Dalam setiap realitasnya bahwa pemimpin dalam melaksanakan proses kepemimpinannya terjadi adanya suatu permbedaan antara pemimpin yang satu dengan yang lainnya, hal sebagaimana menurut G. R. Terry yang dikutif Maman Ukas, bahwa pendapatnya membagi tipe-tipe kepemimpinan menjadi 6, yaitu : 1. Tipe kepemimpinan pribadi (personal leadership). Dalam system kepemimpinan ini, segala sesuatu tindakan itu dilakukan dengan mengadakan kontak pribadi.

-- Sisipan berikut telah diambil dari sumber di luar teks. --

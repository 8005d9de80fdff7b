//! Ledgers against themselves and against formation data: cycles, their least-squares adjustment, files.

use std::collections::BTreeMap;

use approx::assert_abs_diff_eq;
use lysocline_engine::chem::Reaction;
use lysocline_engine::equilibrium::equilibrate;
use lysocline_engine::ledger::{Ledger, combine, file, save, shipped};
use lysocline_engine::named::{Named, Value};
use lysocline_engine::solve::Settings;
use lysocline_engine::units::Temperature;

use crate::waters::{freshwater, sample};

const ROOM: Temperature = Temperature::REFERENCE;

fn stated(equation: &str, log_k: &str) -> Reaction {
    let options = BTreeMap::from([("log_k".to_string(), Value::Text(log_k.into()))]);
    Reaction::read(equation, None, Named::new(options), None).unwrap()
}

fn book(entries: &[(&str, &str, &str)]) -> Ledger {
    entries.iter().fold(Ledger::default(), |book, (name, equation, log_k)| {
        book.with_reaction(name, &stated(equation, log_k)).unwrap()
    })
}

fn with_formation_data() -> Ledger {
    freshwater().merge(&shipped::ledger("formation", None).unwrap(), None).unwrap()
}

/// Three steps and their sum, a cycle of four; `direct` misses it by 0.10.
fn cycle() -> Ledger {
    book(&[
        ("KH", "CO2(g) <=> CO2(aq)", "-1.47 +/- 0.02"),
        ("K1", "CO2(aq) + H2O <=> HCO3^- + H^+", "-6.35 +/- 0.02"),
        ("K2", "HCO3^- <=> CO3^2- + H^+", "-10.33 +/- 0.04"),
        ("direct", "CO2(g) + H2O <=> CO3^2- + 2 H^+", "-18.05 +/- 0.06"),
    ])
}

#[test]
fn the_audit_of_the_shipped_ledgers() {
    let audit = with_formation_data().audit(ROOM).unwrap();
    println!("misclosure  sigma (of what is stated)  in sigmas  cycle, log K at 25 degC");
    for cycle in &audit.cycles {
        let sigma = match cycle.sigma {
            Some(sigma) => format!("{sigma:.3}"),
            None => format!("({:.3})", cycle.stated_sigma),
        };
        let sigmas = cycle.sigmas().map_or("-".into(), |sigmas| format!("{sigmas:.2}"));
        println!("{:10.3}  {sigma:>24}  {sigmas:>9}  {cycle}", cycle.misclosure);
    }
    // Every constant whose species all have formation data closes one cycle.
    assert_eq!(audit.cycles.len(), 20);
    let of = |name: &str| audit.cycles.iter().find(|cycle| cycle.reactions[0].0 == name).unwrap();
    for name in ["CO2(g)", "K1", "K2", "calcite", "aragonite"] {
        assert!(of(name).sigmas().unwrap() < 1.0, "{}", of(name).account());
    }
    // Plummer & Busenberg (1982) -10.329 +/- 0.02 against CODATA -10.327 +/- 0.0405.
    assert_abs_diff_eq!(of("K2").misclosure, -0.002, epsilon = 6e-4);
    assert_abs_diff_eq!(of("K2").sigma.unwrap(), f64::hypot(0.02, 0.0405), epsilon = 6e-4);
    // Uncertainties of formation data alone leave room for each: fluorite misses by 0.12, with 0.23 stated.
    assert!(audit.cycles.iter().all(|cycle| !cycle.contradicts()));
    assert!(freshwater().audit(ROOM).unwrap().cycles.is_empty());
}

#[test]
fn formation_data_solve_no_water() {
    let (alone, both) = (freshwater(), with_formation_data());
    let water = sample(&[("pH", "8"), ("alkalinity", "2 mmol/kg"), ("Ca", "1 mmol/kg")]);
    let ph = |book| {
        equilibrate(&water, Some(book), &Settings::default()).unwrap().get("SI(calcite)").unwrap().value()
    };
    assert_eq!(ph(&alone), ph(&both));
    assert_eq!(alone.formations().components, both.formations().components);
    assert_ne!(alone.digest(), both.digest());
}

/// NBS (1982): the sums of tabulated Gibbs energies, -60.0 and -29.5 kJ/mol.
#[test]
fn gibbs_energies_of_formation_add_up() {
    let files = shipped::constant_files().unwrap();
    let nbs: Vec<&Reaction> = files["wagman1982"].formations.iter().map(|(_, reaction)| reaction).collect();
    let kilojoule = -1.0 / (8.314462618e-3 * 298.15 * std::f64::consts::LN_10);
    for (target, gibbs) in [
        ("FeCO3(siderite) <=> Fe^2+ + CO3^2-", -78.9 - 527.8 + 666.7),
        ("MgCO3(magnesite) <=> Mg^2+ + CO3^2-", -454.8 - 527.8 + 1012.1),
        ("Fe(CN)6^4- + Fe^3+ <=> Fe(CN)6^3- + Fe^2+", 729.4 - 78.9 - 695.1 + 4.7),
    ] {
        let derived = combine(target, &nbs).unwrap();
        assert_abs_diff_eq!(derived.log_k().unwrap().value(), gibbs * kilojoule, epsilon = 1e-9);
        assert_eq!(derived.log_k().unwrap().sigma(), None);
    }
}

#[test]
fn elements_cancel_with_their_uncertainty() {
    let formation = shipped::ledger("formation", None).unwrap();
    let derived = formation.derive("HCO3^- <=> CO3^2- + H^+").unwrap();
    let of_elements: Vec<&str> = ["H2(g)", "O2(g)", "C(graphite)"].into();
    let parts = derived.log_k().unwrap().parts().to_vec();
    assert_eq!(parts.len(), 4, "enthalpy and entropy of two ions: {parts:?}");
    assert!(parts.iter().all(|part| !of_elements.iter().any(|element| part.input.label().contains(element))));
}

/// Each of four constants of one cycle takes its share of the variance: 0.10 x u²/Σu².
#[test]
fn reconciliation_moves_constants_by_their_variance() {
    let closed = cycle().reconcile(ROOM).unwrap();
    let total = 0.02_f64.powi(2) * 2.0 + 0.04_f64.powi(2) + 0.06_f64.powi(2);
    let log_k = |name: &str| closed.reaction(name).unwrap().log_k().unwrap();
    assert_abs_diff_eq!(log_k("K2").value(), -10.33 + 0.10 * 0.04_f64.powi(2) / total, epsilon = 1e-9);
    assert_abs_diff_eq!(log_k("direct").value(), -18.05 - 0.10 * 0.06_f64.powi(2) / total, epsilon = 1e-9);
    // The variance of an adjusted constant: u² - u⁴/Σu².
    let expected = (0.04_f64.powi(2) - 0.04_f64.powi(4) / total).sqrt();
    assert_abs_diff_eq!(log_k("K2").sigma().unwrap(), expected, epsilon = 1e-9);
    let done = closed.reconciliation().unwrap();
    assert_abs_diff_eq!(done.chi_square, 0.01 / total, epsilon = 1e-9);
    assert_eq!((done.degrees_of_freedom, done.moves.len()), (1, 4));
    // One cycle cannot tell its constants apart.
    assert!(done.moves.iter().all(|moved| (moved.residual.abs() - (0.01 / total).sqrt()).abs() < 1e-9));
}

#[test]
fn a_reconciled_ledger_closes_and_keeps_its_functions() {
    let before = with_formation_data().assume_sigma(0.05).unwrap();
    let closed = before.reconcile(ROOM).unwrap();
    for cycle in closed.audit(ROOM).unwrap().cycles {
        assert!(cycle.misclosure.abs() < 1e-9 && !cycle.contradicts(), "{}", cycle.account());
        assert!(cycle.sigma.unwrap() < 1e-6, "{}", cycle.account());
    }
    let enthalpy = |book: &Ledger| book.reaction("calcite").unwrap().enthalpy().unwrap().unwrap();
    assert_abs_diff_eq!(enthalpy(&before), enthalpy(&closed), epsilon = 1e-12);
    let again = closed.reconcile(ROOM).unwrap();
    assert!(
        again.reconciliation().unwrap().moves.iter().all(|moved| (moved.after - moved.before).abs() < 1e-9)
    );
}

/// A constant in error by many sigma, in several cycles, is the first suspect.
#[test]
fn the_constant_in_error_is_the_first_suspect() {
    let before = with_formation_data().assume_sigma(0.05).unwrap();
    let wrong = before.reaction("K2").unwrap();
    let wrong = stated(&wrong.equation().to_string(), "-9.9 +/- 0.02");
    let closed = before.replace("K2", &wrong).unwrap().reconcile(ROOM).unwrap();
    let first = &closed.reconciliation().unwrap().moves[0];
    assert_eq!(first.name, "K2");
    assert!(first.residual > 3.0 && closed.reconciliation().unwrap().probability < 0.01);
}

/// The direction and the multiple a constant is written in make no difference.
#[test]
fn reconciliation_does_not_depend_on_how_reactions_are_written() {
    let plain = cycle();
    let turned = plain.reaction("K2").unwrap().times((-2).into()).unwrap();
    let turned = plain.replace("K2", &turned).unwrap();
    let log_k =
        |book: &Ledger, name| book.reconcile(ROOM).unwrap().reaction(name).unwrap().log_k().unwrap().value();
    assert_abs_diff_eq!(log_k(&plain, "K1"), log_k(&turned, "K1"), epsilon = 1e-12);
    assert_abs_diff_eq!(-2.0 * log_k(&plain, "K2"), log_k(&turned, "K2"), epsilon = 1e-12);
}

/// A derived constant of a closed ledger is the same by any route, and the weighted one of the open ledger.
#[test]
fn the_weighted_route_is_that_of_the_closed_ledger() {
    let target = "CO2(g) + H2O <=> CO3^2- + 2 H^+";
    let open = cycle().derive(target).unwrap().log_k().unwrap();
    let closed = cycle().reconcile(ROOM).unwrap();
    let adjusted = closed.reaction("direct").unwrap().log_k().unwrap();
    assert_abs_diff_eq!(open.value(), adjusted.value(), epsilon = 1e-6);
    assert_abs_diff_eq!(open.sigma().unwrap(), adjusted.sigma().unwrap(), epsilon = 1e-6);
}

Petunjuk itu dilakukan secara lisan atau langsung dilakukan secara pribadi oleh pemimpin yang bersangkutan. 2. Tipe kepemimpinan non pribadi (non personal leadership). Segala sesuatu kebijaksanaan yang dilaksanakan melalui bawahan-bawahan atau media non pribadi baik rencana atau perintah juga pengawasan. 3. TIpe kepemimpinan otoriter (autoritotian leadership). Pemimpin otoriter biasanya bekerja keras, sungguh-sungguh, teliti dan tertib. Ia bekerja menurut peraturan-peraturan yang berlaku secara ketat dan instruksi-instruksinya harus ditaati. 4. Tipe kepemimpinan demokratis (democratis leadership). Pemimpin yang demokratis menganggap dirinya sebagai bagian dari kelompoknya dan bersama-sama dengan kelompoknya berusaha bertanggung jawab tentang terlaksananya tujuan bersama. Agar setiap anggota turut bertanggung jawab, maka seluruh anggota ikut serta dalam segala kegiatan, perencanaan, penyelenggaraan, pengawasan, dan penilaian. Setiap anggota dianggap sebagai potensi yang berharga dalam usahan pencapaian tujuan. 5. Tipe kepemimpinan paternalistis (paternalistis leadership). Kepemimpinan ini dicirikan oleh suatu pengaruh yang bersifat kebapakan dalam hubungan pemimpin dan kelompok. Tujuannya

adalah untuk melindungi dan untuk memberikan arah seperti halnya seorang bapak kepada anaknya. 6. Tipe kepemimpinan menurut bakat (indogenious leadership). Biasanya timbul dari kelompok orang-orang yang informal di mana mungkin mereka berlatih dengan adanya system kompetisi, sehingga bisa menimbulkan klik-klik dari kelompok yang bersangkutan dan biasanya akan muncul pemimpin yang mempunyai kelemahan di antara yang ada dalam kelempok tersebut menurut bidang keahliannya di mana ia ikur berkecimpung.[3] Selanjutnya menurut Kurt Lewin yang dikutif oleh Maman Ukas mengemukakan tipe-tipe kepemimpinan menjadi tiga bagian, yaitu : 1. Otokratis, pemimpin yang demikian bekerja kerang, sungguh-sungguh, teliti dan tertib. Ia bekerja menurut peraturan yang berlaku dengan ketat dan instruksi-instruksinya harus ditaati. 2. Demokratis, pemimpin yang demokratis menganggap dirinya sebagai bagian dari kelompoknya dan bersama-sama dengan kelompoknya berusaha bertanggung jawab tentang pelaksanaan tujuannya. Agar setiap anggota turut serta dalam setiap kegiatan-kegiatan, perencanaan, penyelenggaraan, pengawasan dan penilaian. Setiap anggota dianggap sebagai potensi yang berharga dalam usaha pencapaian tujuan yang diinginkan. 3. Laissezfaire, pemimpin yang bertipe demikian, segera setelah tujuan diterangkan pada bawahannya, untuk menyerahkan sepenuhnya pada para bawahannya untuk menyelesaikan pekerjaan-pekerjaan yang menjadi tanggung jawabnya. Ia hanya akan menerima laporan-laporan hasilnya dengan tidak terlampau turut campur tangan atau tidak terlalu mau ambil inisiatif, semua pekerjaan itu tergantung pada inisiatif dan prakarsa dari para bawahannya, sehingga dengan demikian dianggap cukup dapat memberikan kesempatan pada para bawahannya bekerja bebas tanpa kekangan.[4]